# Short Iron Fab-16 Foot Back blade



## hansenslawncare (Feb 23, 2012)

Previously called Sno Kontrol, http://shortironfab.com/ is one of the companies making a 16 foot pull plow.

My questions are for those using pull plows, on residentials and small commercials ( gas stations, etc.) how much time has this saved you ??? (in percentages please, driveway sizes differ so percentages allow me to calculate it compared to my drives.)

Also, does anybody have an opinion on the Short Iron fabs versus the Ebling?

Short Iron told me their plows are self contained whereas Ebling has a lot more exposed to the elements. Also, Short Iron's plows are built stronger than Eblings and theirs also react/respond quicker than Eblings.

Any input out there? I'm going to pull the trigger quickly on one of these two.

Thanks.


----------



## hansenslawncare (Feb 23, 2012)

I know there's threads out there on the Eblings, but I was hoping for more of a comparison between the two and maybe some feedback from those who have a black blade.

Any takers???


----------



## Herm Witte (Jan 27, 2009)

hansenslawncare;1669141 said:


> Previously called Sno Kontrol, http://shortironfab.com/ is one of the companies making a 16 foot pull plow.
> 
> My questions are for those using pull plows, on residentials and small commercials ( gas stations, etc.) how much time has this saved you ??? (in percentages please, driveway sizes differ so percentages allow me to calculate it compared to my drives.)
> 
> ...


Plow looks similar to an Ebling. Advertised as being built in Michigan so most likely a copy of some sort. From the pictures provided looks like it was built in someone's pole barn, not necessarily all bad. I would be concerned about replacement parts and support. FYI, I Googled "Short Iron Fab" and nothing showed up. Makes me wonder. We use several Ebling 16' pull plows and have had few issues. They are solid. They have their place and where we do use them they are twice as efficient (if not more) than our 8' pull plows.


----------



## hansenslawncare (Feb 23, 2012)

Herm Witte;1669555 said:


> Plow looks similar to an Ebling. Advertised as being built in Michigan so most likely a copy of some sort. From the pictures provided looks like it was built in someone's pole barn, not necessarily all bad. I would be concerned about replacement parts and support. FYI, I Googled "Short Iron Fab" and nothing showed up. Makes me wonder. We use several Ebling 16' pull plows and have had few issues. They are solid. They have their place and where we do use them they are twice as efficient (if not m) than our 8' pull plows.

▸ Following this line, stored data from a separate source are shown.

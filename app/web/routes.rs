//! The contents page of the site: every address and the function behind it, grouped by what it is about.

use crate::pages::{
    about, drives, find, findings, holds, home, instruments, journals, packages, parameters, people, photos, queue,
    records, sessions, sheets, sites, steps,
};
use crate::{App, PageError, access, headers, serve, static_files, visitor};
use axum::Router;
use axum::body::Body;
use axum::extract::{DefaultBodyLimit, Request};
use axum::handler::Handler;
use axum::http::Method;
use axum::middleware::{from_fn, from_fn_with_state, map_request};
use axum::response::{IntoResponse, Response};
use axum::routing::{self, MethodRouter};
use std::any::Any;
use std::collections::BTreeMap;
use std::sync::OnceLock;
use tower_http::catch_panic::CatchPanicLayer;
use tower_http::compression::CompressionLayer;
use tower_http::csrf::CsrfLayer;
use tower_http::timeout::TimeoutBody;

/// Every address and the function behind it.
fn contents() -> Routes {
    Routes::default()
        // What anyone may see.
        .get("/static/{hash}/{name}", static_files::show)
        .get("/about", about::show)
        .post("/theme", sessions::theme::set)
        // Coming and going.
        .get("/sign-in", sessions::sign_in::show)
        .post("/sign-in", sessions::sign_in::open)
        .post("/sign-out", sessions::sign_out::close)
        .get("/set-up", sessions::set_up::show)
        .post("/set-up", sessions::set_up::keep)
        .get("/invitation", sessions::invitation::show)
        .post("/invitation", sessions::invitation::redeem)
        .get("/password", sessions::password::show)
        .post("/password", sessions::password::change)
        // Start page and search.
        .get("/", home::show)
        .get("/find", find::show)
        // People and instruments.
        .get("/people", people::list::show)
        .get("/new-person", people::create::show)
        .post("/new-person", people::create::keep)
        .get("/people/{login}", people::edit::show)
        .post("/people/{login}", people::edit::keep)
        .post("/people/{login}/invitation", people::invite::make)
        .post("/people/{login}/signing-unlock", people::unlock::make)
        .get("/signers", people::signers::show)
        .get("/instruments", instruments::list::show)
        .get("/new-instrument", instruments::edit::show_new)
        .post("/new-instrument", instruments::edit::keep_new)
        .get("/instruments/{instrument}", instruments::edit::show)
        .post("/instruments/{instrument}", instruments::edit::keep)
        // Sites and their sheets; the dash stands where a drive's tag would.
        .get("/sites", sites::list::show)
        .get("/new-site", sites::create::show)
        .post("/new-site", sites::create::keep)
        .get("/sites/{site}/-/{sheet}", sites::sheet::show)
        .post("/sites/{site}/-/{sheet}", sites::sheet::keep)
        .get("/sites/{site}/-/new-drive", sites::new_drive::show)
        .post("/sites/{site}/-/new-drive", sites::new_drive::keep)
        .get("/sites/{site}", sites::board::show)
        // Review.
        .get("/queue", queue::show)
        // A drive and its record.
        .get("/sites/{site}/{drive}", drives::show::show)
        .post("/sites/{site}/{drive}/begin", records::begin::keep)
        .get("/sites/{site}/{drive}/steps/{step}", steps::show::show)
        .post_with_limit("/sites/{site}/{drive}/steps/{step}", steps::keep::keep, steps::LARGEST_FORM)
        .post("/sites/{site}/{drive}/steps/{step}/live", steps::live::show)
        .get("/sites/{site}/{drive}/steps/{step}/otherwise", steps::otherwise::show)
        .post("/sites/{site}/{drive}/steps/{step}/otherwise", steps::otherwise::keep)
        .post("/sites/{site}/{drive}/steps/{step}/resume", steps::resume::keep)
        .get("/sites/{site}/{drive}/hold/{phase}", holds::show::show)
        .post("/sites/{site}/{drive}/hold/{phase}", holds::release::keep)
        .get("/sites/{site}/{drive}/parameters", parameters::list::show)
        .post("/sites/{site}/{drive}/parameters/rows", parameters::add_row::keep)
        .get("/sites/{site}/{drive}/parameters/{group}", parameters::group::show)
        .post("/sites/{site}/{drive}/parameters/{group}", parameters::group::keep)
        .post("/sites/{site}/{drive}/parameters/{group}/live", parameters::live::show)
        .get("/sites/{site}/{drive}/findings", findings::list::show)
        .post("/sites/{site}/{drive}/findings", findings::raise::keep)
        .get("/sites/{site}/{drive}/findings/{finding}", findings::show::show)
        .post("/sites/{site}/{drive}/findings/{finding}/settle", findings::settle::keep)
        .post("/sites/{site}/{drive}/findings/{finding}/accept", findings::accept::keep)
        .get("/sites/{site}/{drive}/record", records::report::show)
        .post("/sites/{site}/{drive}/remarks", records::remark::keep)
        .get("/sites/{site}/{drive}/sign", records::sign::show)
        .post("/sites/{site}/{drive}/sign", records::sign::keep)
        .get("/sites/{site}/{drive}/accept", records::accept::show)
        .post("/sites/{site}/{drive}/accept", records::accept::keep)
        .get("/sites/{site}/{drive}/return", records::send_back::show)
        .post("/sites/{site}/{drive}/return", records::send_back::keep)
        .get("/sites/{site}/{drive}/reopen", records::reopen::show)
        .post("/sites/{site}/{drive}/reopen", records::reopen::keep)
        // What leaves the building, and the proof.
        .get("/sites/{site}/{drive}/package", packages::show::show)
        .get("/sites/{site}/{drive}/package/download", packages::download::send)
        .get("/sites/{site}/{drive}/journal", journals::show::show)
        .get("/sites/{site}/{drive}/journal/events", journals::download::send)
        .get("/photos/{hash}", photos::show::show)
        .get("/photos/{hash}/original", photos::original::send)
        // A drive's sheets: supply, drive, drive-plate, motor, cable, load, further.
        .get("/sites/{site}/{drive}/{sheet}", sheets::show::show)
        .post("/sites/{site}/{drive}/{sheet}", sheets::keep::keep)
        .post("/sites/{site}/{drive}/{sheet}/live", sheets::live::show)
}

/// All pages, with everything around them.
pub fn router(app: App) -> Router {
    let mut router = Router::new();
    for (path, methods) in contents().by_path {
        router = router.route(path, methods);
    }
    router
        .fallback(|| async { PageError::not_found("This page") })
        .layer(from_fn(access::guard))
        .layer(DefaultBodyLimit::max(crate::posted::LARGEST_FORM))
        .layer(map_request(|request: Request| async {
            request.map(|body| Body::new(TimeoutBody::new(serve::BODY_STALLED_AFTER, body)))
        }))
        .layer(CsrfLayer::new().with_rejection_response(|_| PageError::FormToken.into_response()))
        .layer(CatchPanicLayer::custom(after_panic))
        .layer(from_fn_with_state(app.clone(), visitor::recognise))
        .layer(CompressionLayer::new())
        .layer(from_fn(headers::add))
        .with_state(app)
}

/// One request failed; the next is fine.
fn after_panic(panic: Box<dyn Any + Send + 'static>) -> Response {
    let words = panic.downcast_ref::<String>().map(String::as_str).or_else(|| panic.downcast_ref::<&str>().copied());
    PageError::broken(format!("a page panicked: {}", words.unwrap_or("no words"))).into_response()
}

/// Every method and path, as the tests compare with the access table.
pub fn all() -> &'static [(Method, &'static str)] {
    static ALL: OnceLock<Vec<(Method, &'static str)>> = OnceLock::new();
    ALL.get_or_init(|| contents().listed)
}

/// Whether a path takes a method.
#[must_use]
pub fn takes(method: &Method, path: &str) -> bool {
    let wanted = if method == Method::HEAD { &Method::GET } else { method };
    all().iter().any(|(m, p)| m == wanted && *p == path)
}

/// Routes that can also be listed.
#[derive(Default)]
struct Routes {
    by_path: BTreeMap<&'static str, MethodRouter<App>>,
    listed: Vec<(Method, &'static str)>,
}

impl Routes {
    fn get<H: Handler<T, App>, T: 'static>(self, path: &'static str, handler: H) -> Self {
        self.add(Method::GET, path, routing::get(handler))
    }

    fn post<H: Handler<T, App>, T: 'static>(self, path: &'static str, handler: H) -> Self {
        self.add(Method::POST, path, routing::post(handler))
    }

    /// A route that takes more than a form: pictures.
    fn post_with_limit<H: Handler<T, App>, T: 'static>(self, path: &'static str, handler: H, bytes: usize) -> Self {
        self.add(Method::POST, path, routing::post(handler).layer(DefaultBodyLimit::max(bytes)))
    }

    fn add(mut self, method: Method, path: &'static str, handler: MethodRouter<App>) -> Self {
        self.listed.push((method, path));
        let before = self.by_path.remove(path).unwrap_or_default();
        self.by_path.insert(path, before.merge(handler));
        self
    }
}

Yeah there isn't a lot to be found about them other than facebook, website and some youtube videos.

Short Iron Fab comes completely assembled where as Ebling, unless I'm incorrect, does not.

I talked to the owner at Short Iron Fab, Jason, which is easy to get a hold of him, ask questions, etc.


----------



## framer1901 (Dec 18, 2005)

It's not all that much to putting one together. I'm almost sure that Jim would ship you one assembled if that's what it took,

Like Herm said, parts and support availability. Answering the phone doesn't mean you have a pile of parts behind you.

There's something to be said about having many of these things out there working, seeing and fixing the problems, building in weak points to prevent major failure, that type of thing.


----------



## hansenslawncare (Feb 23, 2012)

framer1901;1669860 said:


> There's something to be said about having many of these things out there working, seeing and fixing the problems, building in weak points to prevent major failure, that type of thing.


Very good point there sir.


----------



## shortiron (Oct 28, 2009)

Everyone has to start somewhere, as for parts I have them in stock, and nothing against ebling they make a good blade, but I found room for improvement. If anyone have any questions or would like to see one give me a call. Thanks Jason


----------



## Cooter24 (Nov 13, 2007)

What's the pricing? Do they come with a new receiver hitch also?


----------



## shortiron (Oct 28, 2009)

$6300 plus shipping and they come with a new hitch.


----------



## hansenslawncare (Feb 23, 2012)

shortiron;1671972 said:


> $6300 plus shipping and they come with a new hitch.


What specifically did you improve upon? How far out are you on your 16'?


----------



## shortiron (Oct 28, 2009)

All enclosed hydraulic system with battery, reinforced wings, and increased wing speed. I'll have 3 back from powder coat end of next week then they will be ready to ship.


----------



## hansenslawncare (Feb 23, 2012)

shortiron;1672071 said:


> All enclosed hydraulic system with battery, reinforced wings, and increased wing speed. I'll have 3 back from powder coat end of next week then they will be ready to ship.


Sent you a PM.


----------



## Triple L (Nov 1, 2005)

Can you post pictures please


----------



## WIPensFan (Jan 31, 2009)

shortiron;1672071 said:


> All enclosed hydraulic system with battery, reinforced wings, and increased wing speed. I'll have 3 back from powder coat end of next week then they will be ready to ship.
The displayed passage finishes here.